Firstly, the so-called split between latino voters and black voters. Can I just register here that I am really tired of all this badly-remembered first-year sociology that passes for journalism in this country. So to those so-called commentators I offer the following reminders:
- Latinos are not a monolith. “The” Latino vote doesn’t exist. What is true for conservative upper-middle class Cuban exiles is not true for middle-class Chicanos and neither are good proxies for working class first and second generation Hispanic Americans in northern cities who in turn are very different from formerly rural Mexican citizens employed in the United States legally or otherwise (who by the way, aren’t eligible to vote).
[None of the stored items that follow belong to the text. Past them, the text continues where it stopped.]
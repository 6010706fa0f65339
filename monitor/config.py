"""Load a bandwatch TOML config and check every rule before anything starts.

The file is parsed with tomllib (tomli before Python 3.11). Each section is
read by a `_Table` that knows its key path, so an error can name the file, the
key (``band[2].hz``), the bad value, what was expected and, where the key can
be found in the text, its line. Keys nobody asked for are errors: a typo must
not silently fall back to a default.
"""

import math
import re
import sys
from dataclasses import dataclass
from typing import Any, Dict, List, Optional, Sequence, Tuple

from .bearings import DEFECTS, defect_orders
from .errors import ConfigError

if sys.version_info >= (3, 11):
    import tomllib
else:  # pragma: no cover - exercised on old Pythons only
    import tomli as tomllib

NAME_RE = re.compile(r"^[A-Za-z0-9_-]{1,64}\Z")  # \Z: "$" would pass a final newline
SOURCE_KINDS = ("serial", "tcp-client", "tcp-server", "udp", "file", "simulator")
FORMATS = ("frame", "csv")
UNITS = ("g", "m/s2")
WINDOWS = ("hann", "hamming", "blackman-harris", "flattop", "rectangular")
QUANTITIES = ("acceleration", "velocity", "displacement")
QUANTITY_UNITS = {"velocity": "mm/s", "displacement": "um"}
MAX_CHANNELS = 16
# ISO 10816-3:2009 Annex A (carried into ISO 20816-3:2022) zone boundaries of
# broadband RMS velocity, mm/s: warning at B/C, alarm at C/D. Written from
# memory of the standard (the shared check values say so too).
SEVERITY_ZONES = {
    "group1-rigid": (4.5, 7.1),
    "group1-flexible": (7.1, 11.0),
    "group2-rigid": (2.8, 4.5),
    "group2-flexible": (4.5, 7.1),
}
MAX_SAMPLE_RATE = 1_000_000.0

# Which [source] keys each kind takes, beyond kind, sample_rate, channels, unit.
_KIND_KEYS = {
    "serial": {"format", "scale", "device", "baud"},
    "tcp-client": {"format", "scale", "host", "port"},
    "tcp-server": {"format", "scale", "host", "port"},
    "udp": {"format", "scale", "host", "port"},
    "file": {"scale", "path", "realtime"},
    "simulator": {
        "realtime",
        "sim_rpm",
        "sim_harmonics",
        "sim_growth",
        "sim_noise",
        "sim_seed",
        "sim_seconds",
    },
}


@dataclass(frozen=True)
class SimulatorConfig:
    """The invented machine the simulator source plays (see config/demo.toml)."""

    rpm: float
    harmonics: Tuple[float, ...]  # peak acceleration at 1x, 2x, ... in the unit
    growth: float  # rise of the 1x peak per minute of stream time, in the unit
    noise: float  # RMS of broadband noise, in the unit
    seed: int
    seconds: float  # stream seconds before the simulated run ends; 0 = never


@dataclass(frozen=True)
class SourceConfig:
    kind: str
    sample_rate: float
    channels: Tuple[str, ...]
    unit: str
    scale: Tuple[float, ...]  # one per channel
    format: str = "frame"
    device: str = ""
    baud: int = 115200
    host: str = "127.0.0.1"
    port: int = 0
    path: str = ""
    realtime: bool = False
    simulator: Optional[SimulatorConfig] = None

    @property
    def nyquist(self) -> float:
        return self.sample_rate / 2.0


@dataclass(frozen=True)
class SpectrumConfig:
    size: int = 4096
    overlap: float = 0.5
    window: str = "hann"
    averages: int = 4

    @property
    def hop(self) -> int:
        """Samples between results: size * (1 - overlap), rounded to a sample."""
        return self.size - int(round(self.size * self.overlap))

    @property
    def span(self) -> int:
        """Samples one result covers: `averages` frames, `hop` apart."""
        return self.size + (self.averages - 1) * self.hop


@dataclass(frozen=True)
class SpeedConfig:
    rpm: Optional[float] = None
    track: bool = False
    search_hz: Optional[Tuple[float, float]] = None

    @property
    def nominal_hz(self) -> Optional[float]:
        return None if self.rpm is None else self.rpm / 60.0


@dataclass(frozen=True)
class BandConfig:
    name: str
    channels: Tuple[str, ...]
    quantity: str
    hz: Optional[Tuple[float, float]] = None
    orders: Optional[Tuple[float, float]] = None
    warning: Optional[float] = None
    alarm: Optional[float] = None
    hysteresis: float = 0.1
    delay: float = 3.0
    spectrum: str = "raw"  # or "envelope"
    # Set when the edges come from a bearing's defect frequency (then
    # `orders` holds the resolved edges).
    bearing: Optional[str] = None
    defect: Optional[str] = None
    harmonic: int = 1
    # Limits relative to a learned typical value: `baseline` seconds of
    # learning, then warning/alarm at these multiples of it.
    baseline: Optional[float] = None
    warning_ratio: Optional[float] = None
    alarm_ratio: Optional[float] = None
    severity: Optional[str] = None  # an ISO 10816-3 preset, see SEVERITY_ZONES

    def edges_hz(self, speed_hz: Optional[float]) -> Tuple[float, float]:
        """Band edges in Hz, following the running speed for order bands."""
        if self.hz is not None:
            return self.hz
        assert self.orders is not None and speed_hz is not None
        return (self.orders[0] * speed_hz, self.orders[1] * speed_hz)


@dataclass(frozen=True)
class BearingConfig:
    name: str
    elements: int
    element_diameter: float
    pitch_diameter: float
    contact_angle: float = 0.0  # degrees

    def orders(self) -> Dict[str, float]:
        return defect_orders(self.elements, self.element_diameter, self.pitch_diameter, self.contact_angle)


@dataclass(frozen=True)
class EnvelopeConfig:
    band_hz: Tuple[float, float]


@dataclass(frozen=True)
class HealthConfig:
    stale: float = 2.0  # s without samples
    window: float = 10.0  # s of stream over which counts are taken
    corrupt: float = 0.01  # share of frames rejected
    clipping: float = 0.001  # share of samples at full scale
    flatline: float = 5.0  # s without any change on a channel
    rate: float = 0.01  # relative disagreement of timestamps with sample_rate
    nyquist: float = 0.2  # share of power in the top 10 % below Nyquist


@dataclass(frozen=True)
class MqttConfig:
    host: str = "localhost"
    port: int = 1883
    prefix: str = "bandwatch"
    qos: int = 1
    summary_interval: float = 10.0
    keepalive: int = 30
    username: str = ""
    password_file: str = ""
    tls: bool = False
    ca_file: str = ""
    cert_file: str = ""  # client certificate (PEM), for brokers that ask for one
    key_file: str = ""
    queue_dir: str = "/var/lib/bandwatch"
    queue_limit: int = 10000
    spectrum_queue_limit: int = 500  # spectra kept on disk while the broker is away
    capture_queue_mb: float = 100.0  # captures kept on disk while the broker is away, MB


@dataclass(frozen=True)
class CaptureConfig:
    """Raw samples around an alarm, written as recordings."""

    seconds: float = 10.0  # kept before the trigger
    after: float = 5.0  # written after it
    keep: int = 20  # newest files kept; older ones are deleted
    dir: str = "/var/lib/bandwatch/captures"
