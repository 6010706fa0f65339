"""`bandwatch view`: the pure renderer on made-up snapshots, then the real
command, piped and on a real pseudo-terminal (README, Live view)."""

import fcntl
import math
import os
import re
import select
import signal
import socket
import struct
import subprocess
import sys
import termios
import time
from pathlib import Path

import pytest

from monitor.commands.view import Pacer, ViewSink
from monitor.commands.view_render import (
    BandRow,
    ChannelRow,
    EventRow,
    HealthRow,
    Snapshot,
    bar,
    next_limit,
    plain_line,
    render,
    share_of_limit,
)

if sys.version_info >= (3, 11):
    import tomllib
else:  # pragma: no cover - old Pythons only
    import tomli as tomllib

ROOT = Path(__file__).resolve().parents[2]
DEMO = (ROOT / "config" / "demo.toml").read_text(encoding="utf-8")
DEMO_TOML = tomllib.loads(DEMO)

# ECMA-48 control sequences: CSI H (cursor position, home), CSI K (erase in
# line), CSI J (erase in display); CSI ? 25 l / h is DECTCEM, the VT220 cursor
# hide / show (from memory); CSI ... m is SGR (colour).
ESC = "\x1b"
HOME, CLEAR_EOL, CLEAR_EOS = "\x1b[H", "\x1b[K", "\x1b[J"
HIDE_CURSOR, SHOW_CURSOR = "\x1b[?25l", "\x1b[?25h"
CSI_RE = re.compile(r"\x1b\[[0-9;?]*[A-Za-z]")
LEVEL_WORDS = ("normal", "warning", "alarm")


def visible(text: str) -> str:
    return CSI_RE.sub("", text)


# ---------------------------------------------------------------------------
# the bar and the share column, worked by hand from the README's rule (a
# choice of this project): the bar is value / top limit (alarm, or warning
# without alarm) in cells rounded to the nearest cell, the last cell '>' past
# the top limit; the share is the value over the next limit up.


def test_bar_with_both_limits():
    # Limits 2.8 / 4.5 mm/s (ISO 10816-3 group 2, rigid: B/C and C/D, from
    # memory). value 2.0: 2.0 / 4.5 * 42 = 18.67 -> 19 cells filled.
    assert bar(2.0, 2.8, 4.5, 42) == "=" * 19 + " " * 23


def test_bar_past_the_top_limit_is_full_and_says_so():
    assert bar(7.0, 2.8, 4.5, 42) == "=" * 41 + ">"
    # Exactly at the limit: full, not past it.
    assert bar(4.5, 2.8, 4.5, 10) == "=" * 10


def test_bar_with_warning_only():
    # 1.0 / 2.0 * 32 = 16 cells
    assert bar(1.0, 2.0, None, 32) == "=" * 16 + " " * 16


def test_bar_without_a_value_or_limits_is_blank_and_has_no_marks():
    assert bar(None, None, 1.0, 20) == " " * 20
    assert bar(3.0, None, None, 20) == " " * 20
    # No letters anywhere in a bar: it is a plain proportion.
    assert set(bar(3.0, 2.8, 4.5, 30)) <= {"=", " ", ">"}


def test_share_of_the_next_limit():
    assert share_of_limit(2.0, 2.8, 4.5) == "0.71 warning"  # 2.0 / 2.8 = 0.714
    assert share_of_limit(3.2, 2.8, 4.5) == "0.71 alarm"  # past warning: 3.2 / 4.5 = 0.711
    assert share_of_limit(9.0, 2.8, 4.5) == "2.00 alarm"  # past both: the top limit
    assert share_of_limit(0.01, 0.05, None) == "0.20 warning"
    assert share_of_limit(None, 2.8, 4.5) == "-"
    assert share_of_limit(1.0, None, None) == "-"
    assert next_limit(3.0, None, 4.5) == ("alarm", 4.5)


# ---------------------------------------------------------------------------
# the screen from a hand-made snapshot


def snapshot(**changes) -> Snapshot:
    snap = Snapshot(
        node="pump-2",
        source="tcp-client 192.0.2.7:5600",
        sample_rate=10240.0,
        channels=["x", "y"],
        stream_s=312.44,
        results_per_s=5.0,
        speed_hz=49.3,
        speed_mode="tracked",
        counters=[("samples", 3199488), ("lost", 0), ("frames", 12498), ("corrupt", 2), ("gaps", 0),
                  ("reconnects", 1), ("overflows", 0)],
        bands=[
            BandRow("overall", "x", 3.2, "mm/s", "warning", 2.8, 4.5),
            BandRow("overall", "y", 1.1, "mm/s", "normal", 2.8, 4.5),
            BandRow("1x", "x", 5.0, "mm/s", "alarm", 2.0, 3.5),
            BandRow("bearing-outer-race-drive-end", "y", 0.02, "g", "normal", 0.05, None),
        ],
        channel_rows=[
            ChannelRow("x", "g", 49.31, 0.071, 3.2, 0.09, 0.31, 3.4),
            ChannelRow("y", "g", 98.6, 0.02, 1.1, 0.03, 0.1, 3.3),
        ],
        health=[HealthRow("corrupt", None, "fault", 0.02, "share")],
        events=[
            EventRow("10:41:07", 301.2, "overall", "x", "normal", "warning", 2.9, "mm/s"),
            EventRow("10:41:09", 303.6, "1x", "x", "warning", "alarm", 3.6, "mm/s"),
            EventRow("10:41:10", 304.0, "corrupt", None, "normal", "fault", 0.02, "share"),
        ],
    )
    for key, value in changes.items():
        setattr(snap, key, value)
    return snap


def band_line(lines, name, channel):
    found = [ln for ln in lines if re.match(rf"{re.escape(name)}\s+{re.escape(channel)}\s", ln)]
    assert len(found) == 1, lines
    return found[0]


def test_render_shows_everything_asked_for():
    lines = render(snapshot(), 100)
    text = "\n".join(lines)
    for word in ("pump-2", "tcp-client 192.0.2.7:5600", "10240 Hz", "x, y", "312.4 s", "5.0 results/s",
                 "2958 rpm", "49.30 Hz", "tracked", "samples 3199488", "lost 0", "frames 12498", "corrupt 2",
                 "gaps 0", "reconnects 1", "overflows 0"):
        assert word in text, word
    # 49.3 Hz is 2958 rpm: rpm = Hz * 60 (common practice).
    assert "3.20 mm/s" in band_line(lines, "overall", "x")
    assert band_line(lines, "overall", "x").endswith("warning")
    assert band_line(lines, "1x", "x").endswith("alarm")
    assert re.search(r"^x\s+49\.3\s+0\.071\s+3\.20\s+0\.09\s+0\.31\s+3\.40$", text, re.M)
    assert re.search(r"health: corrupt fault \(0\.02 share\)", text)
    assert re.search(r"10:41:09\s+303\.6 s\s+1x/x\s+warning -> alarm\s+3\.60 mm/s", text)


def test_band_rows_show_value_limits_share_and_a_plain_bar():
    lines = render(snapshot(), 100)
    for prefix, channel, value, warning, alarm, share in (
            ("overall", "x", 3.2, 2.8, 4.5, "0.71 alarm"), ("1x", "x", 5.0, 2.0, 3.5, "1.43 alarm"),
            ("bearing-out", "y", 0.02, 0.05, None, "0.40 warning")):
        line = next(ln for ln in lines if ln.startswith(prefix) and re.search(rf"\s{channel}\s", ln))
        assert share in line, line
        cells = line[line.index("|") + 1 : line.rindex("|")]
        n = len(cells)
        assert n >= 8
        # The README's rule, worked here independently of the module.
        top = alarm if alarm is not None else warning
        filled = min(n, math.floor(value / top * n + 0.5))
        expected = "=" * filled + " " * (n - filled)
        if value > top:
            expected = expected[:-1] + ">"
        assert cells == expected, (line, expected)


def test_render_at_80_columns_keeps_numbers_bar_and_level_words():
    for colour in (False, True):
        lines = render(snapshot(), 80, colour=colour)
        assert all(len(visible(ln)) <= 80 for ln in lines), [ln for ln in lines if len(visible(ln)) > 80]
        plain = [visible(ln) for ln in lines]
        row = band_line(plain, "overall", "x")
        assert row.endswith("warning") and "|" in row
        assert re.search(r"3\.20 mm/s\s+2\.80\s+4\.50\s+0\.71 alarm", row), row
        long_row = next(ln for ln in plain if ln.startswith("bearing-out"))
        assert long_row.endswith("normal") and "bearing-outer-race-drive-end" not in long_row


def test_render_fits_width_60_and_keeps_the_level_words():
    for colour in (False, True):
        lines = render(snapshot(), 60, colour=colour)
        assert all(len(visible(ln)) <= 60 for ln in lines), [ln for ln in lines if len(visible(ln)) > 60]
        plain = [visible(ln) for ln in lines]
        # Too narrow for the bar: the numbers stay, the row ends with its level word.
        assert band_line(plain, "overall", "x").endswith("warning")
        row = next(ln for ln in plain if ln.startswith("bearing-out"))
        assert row.endswith("normal") and "bearing-outer-race-drive-end" not in row
    # Narrower than a band row: cut, never wrapped.
    assert all(len(ln) <= 25 for ln in render(snapshot(), 25))


def test_plain_mode_has_no_escape_codes():
    snap = snapshot()
    assert not any(ESC in ln for ln in render(snap, 100, colour=False))
    line = plain_line(snap)
    assert ESC not in line and "\n" not in line
    assert "overall/x 3.20 mm/s warning" in line
    assert "1x/x 5.00 mm/s alarm" in line
    assert "health: corrupt fault" in line


def test_colour_never_carries_meaning_alone():
    snap = snapshot()
    coloured = render(snap, 100, colour=True)
    assert any("\x1b[" in ln and "m" in ln for ln in coloured)
    # Taking every SGR code away leaves exactly the plain screen.
    assert [visible(ln) for ln in coloured] == render(snap, 100, colour=False)


def test_waiting_snapshot_renders():
    snap = snapshot(bands=[BandRow("overall", "x", None, "mm/s", "normal", 2.8, 4.5)],
                    channel_rows=[ChannelRow("x", "g")], health=[], events=[], results_per_s=None,
                    speed_hz=None, note="waiting for the first result")
    text = "\n".join(render(snap, 80))
    assert "waiting for the first result" in text
    assert re.search(r"^overall\s+x\s+- mm/s\s+2\.80\s+4\.50\s+-\s+\| +\|\s+normal$", text, re.M)
    assert "health: all checks normal" in text and "events: none yet" in text
    assert plain_line(snap).startswith("stream 312.4 s | speed - | overall/x - mm/s normal")


def test_refresh_runs_at_most_every_interval():
    """A loop turn per block costs a clock reading; the redraw runs at most
    every 0.5 s of (here, fake) wall time."""
    now = [0.0]
    calls = []
    pacer = Pacer(0.5, clock=lambda: now[0])
    for _ in range(1000):  # 1000 blocks, 10 ms apart: 10 s
        if pacer.due():
            calls.append(now[0])
        now[0] += 0.01
    assert len(calls) == 20
    assert all(b - a >= 0.5 - 1e-9 for a, b in zip(calls, calls[1:]))


def test_sink_keeps_the_last_events():
    sink = ViewSink()
    for i in range(7):
        sink.send("event", {"id": i})
    sink.send("levels", {"id": 99})
    assert [p["id"] for p in sink.events] == [2, 3, 4, 5, 6]  # the last 5


# ---------------------------------------------------------------------------
# the real command


def child_env(**extra) -> dict:
    env = dict(os.environ)
    for name in ("NOTIFY_SOCKET", "WATCHDOG_USEC", "WATCHDOG_PID", "NO_COLOR", "COLUMNS", "LINES"):
        env.pop(name, None)
    env["PYTHONPATH"] = str(ROOT) + (os.pathsep + env["PYTHONPATH"] if env.get("PYTHONPATH") else "")
    env["PYTHONUNBUFFERED"] = "1"
    env.update(extra)
    return env


def demo_copy(tmp_path: Path, **source) -> Path:
    text = DEMO
    for key, value in source.items():
        text, count = re.subn(rf"^{key} = .*$", f"{key} = {value}", text, flags=re.M)
        assert count == 1, key
    path = tmp_path / "demo.toml"
    path.write_text(text, encoding="utf-8")
    return path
The most likely reason people in the media have for trotting out these tired and inaccurate statemetnts about latino/black rivalry is INTELLECTUAL SLOTH (not to mention a certain tolerance for careless sophistry, but we’ll get to that later)
- Granted there are places where black and latino communities see one another as competition, but these are overwhelmingly in areas where both communities are poor and working class and where economic pressures are high. This is generally LESS true in Las Vegas than it is in the working-class neighborhoods of Chicago, Los Angeles and New York city where the most highly-publicized friction - most notably, competition over key economic resources such as relatively well-paying service jobs and most importantly, access to public housing takes place.
- Did anyone bother to look at who was organizing for Hillary amongst “Latinos”? I haven’t checked myself but I’ll lay even money that many of the people who did so are strongly connected to the Democratic Party apparatus in Las Vegas. As the new constituency within the Democratic Party, it’s much more likely that Latinos inside the Democratic machine will follow the party line. African Americans on the other hand have had to endure several decades of Democratic establishment collusion with Southern white supremacists and high capitalists. If the Nevada results showed anything, they showed that blacks are no longer willing to blindly follow the Party leadership.
This brings me to a related point. Why is no-one paying any attention to the respective degrees of support for Barack Obama and Hillary Rodham Clinton by the conservative (establishment) faction of the Democratic Party?
My own connections with the Democratic Party in Hawaii lead me to suspect that there is a vicious struggle going on nation-wide between the establishment structure of the Democratic Party which is overwhelmingly pro-Clinton, and the “radical”, “younger” and “more ethnic” segments of the Party who support Edwards, Kucinich and Obama. The old guard have grown fat on the patronage of their centrist DLC-oriented leaders. In Hawaii, this faction have stymied attempts by progressives to move the party away from appeasement and corporatism over several decades now.
The party bosses in Las Vegas would have pulled out the stops for HRC but in the rural areas, and in places where people were freer to make up their own minds, Obama and Edwards together were the preferred candidates.
This election is more than just a rejection of George Bush, Karl Rove and the sons of Gingrich. It’s also a referendum on twenty-odd years of failure by the Democratic Party establishment. The MSM may not understand it, but the old guard definitely does. And that’s why they’ve gone to bat with all the tricks they can muster in support of their candidate. “Mob-handed” is what they call it in Britain, and it’s a pretty apt turn of phrase.
In a way, Hillary doesn’t deserve this. She is probably more towards the progressive wing of the party than her husband on a personal level. BUT, she is and has been for the last four years, the anointed candidate of the DLC. If the Republicans are scared shitless about facing the electorate, the Democratic establishment is as well. We can only expect more quasi-legal tactics and bullying from them as time goes by. Not all branches of the Democratic Party are as notoriously self-serving as the great party machines of Chicago, Boston and New York, but you can bet your bottom dollar they all have vested interests in retaining power in opposition to the progressive forces represented by the “change” candidates.